Google will require rivals to bid in order to become listed as alternative search providers on Android smartphones, a move to try to keep additional antitrust scrutiny at bay.
Starting next year, Google will prompt users to make a choice between Google and three other rival options as their default search provider. Google invited search providers to bid as part of an auction on the new choice screen, which will appear when a user sets up a new Android smartphone or tablet in Europe for the first time.
The European Commission, the bloc’s antitrust body, last year fined Google €4.3-billion (R70-billion) for strong-arming device makers into pre-installing its Google search and Chrome browser, giving it a leg up because users are unlikely to look for alternatives if a default is already preloaded. The EU ordered Google to change that behaviour and threatened additional fines if it failed to comply.
Eric Leandri, CEO of Paris-based search engine Qwant, said his company would look into taking part in the auction in order to reach customers but called it “a total abuse of the dominant position” to “ask for cash just for showing a proposal of alternatives”.
Google in April started presenting users with a choice of alternatives to Google search and Chrome.
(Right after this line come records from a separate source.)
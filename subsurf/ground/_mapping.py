"""Reading a soil description from a TOML-like mapping (edge input for :class:`Soil`)."""

from __future__ import annotations

import re

import numpy as np

from ..errors import InputError, SubsurfError
from ..units import parse_quantity

__all__ = ["soil_kwargs_from_mapping"]

# Field name -> (quantity kind for subsurf.units.parse_quantity, default unit of bare numbers).
_FIELD_KINDS = {
    "moisture": ("fraction", "dimensionless"),
    "sand": ("fraction", "dimensionless"),
    "clay": ("fraction", "dimensionless"),
    "porosity": ("fraction", "dimensionless"),
    "bulk_density": ("density", "kg/m**3"),
    "particle_density": ("density", "kg/m**3"),
    "temp_c": ("temperature", "degC"),
    "pore_water_salinity_psu": ("salinity", "psu"),
    "pore_water_ec25": ("conductivity", "S/m"),
    "pore_water_tds": ("mass_concentration", "kg/m**3"),
    "eps_solid": ("dimensionless", "dimensionless"),
    "archie_a": ("dimensionless", "dimensionless"),
    "archie_m": ("dimensionless", "dimensionless"),
    "archie_n": ("dimensionless", "dimensionless"),
    "clay_cec": ("dimensionless", "dimensionless"),
}
_CUBE = re.compile(r"(?<=[A-Za-z])(?<![0-9][eE])([23])(?![\d.])")


def soil_kwargs_from_mapping(mapping, allowed, *, source: str = "<input>") -> dict:
    """Keyword arguments for :class:`Soil` from ``mapping``; numbers SI, strings with units.

    Raises :class:`~subsurf.errors.InputError` naming ``source``, the field and the value.
    """
    if not isinstance(mapping, dict):
        raise InputError(f"{source}: soil must be a table of fields, got {type(mapping).__name__}")
    kwargs = {}
    for key, value in mapping.items():
        if key not in allowed:
            raise InputError(f"{source}: unknown soil field {key!r}; allowed: {', '.join(allowed)}")
        if key in ("texture", "model"):
            if not isinstance(value, str):
                raise InputError(f"{source}: field '{key}' must be a string, got {value!r}")
            kwargs[key] = value
            continue
        kind, unit = _FIELD_KINDS[key]

        def one(v, key=key, kind=kind, unit=unit):
            if isinstance(v, bool) or not isinstance(v, (int, float, str)):
                raise InputError(f"field '{key}' must be a number or a string with unit, got {v!r}")
            if isinstance(v, str):
                v = _CUBE.sub(r"**\1", v)
            return parse_quantity(v, kind, default_unit=unit, name=f"field '{key}'")

        if isinstance(value, np.ndarray) and value.dtype.kind in "iuf":
            kwargs[key] = value.astype(float)  # arrays from code are taken as SI already
            continue
        try:
            kwargs[key] = (np.asarray(_map_nested(one, value), dtype=float)
                           if isinstance(value, list) else one(value))
        except SubsurfError as exc:
            raise InputError(f"{source}: {exc}") from None
    return kwargs


def _map_nested(fn, value):
    if isinstance(value, list):
        return [_map_nested(fn, v) for v in value]
    return fn(value)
But FairSearch, an anti-Google group of competitors and an official complainant to the EU, at the time said the changes were insufficient because it kept Google as the default on all Android devices. The bloc’s antitrust chief, Margrethe Vestager, recently said “it seems somewhat challenging to produce a choice screen that really will give consumers a choice”.
If deemed satisfactory, the changes could help Google avoid additional fines for failing to comply with the EU’s order. FairSearch didn’t immediately respond to requests for comment.
Auction
A European Commission spokeswoman said the EU would be “closely monitoring the implementation of the choice screen mechanism” and noted that the changes allow rival search engines the possibility to strike deals with smartphone and tablet manufacturers to pre-install their services.
An auction is a fair and objective method to determine which search providers are included in the choice screen,” Google said in a blog post on Friday announcing the changes. “It allows search providers to decide what value they place on appearing in the choice screen and to bid accordingly.”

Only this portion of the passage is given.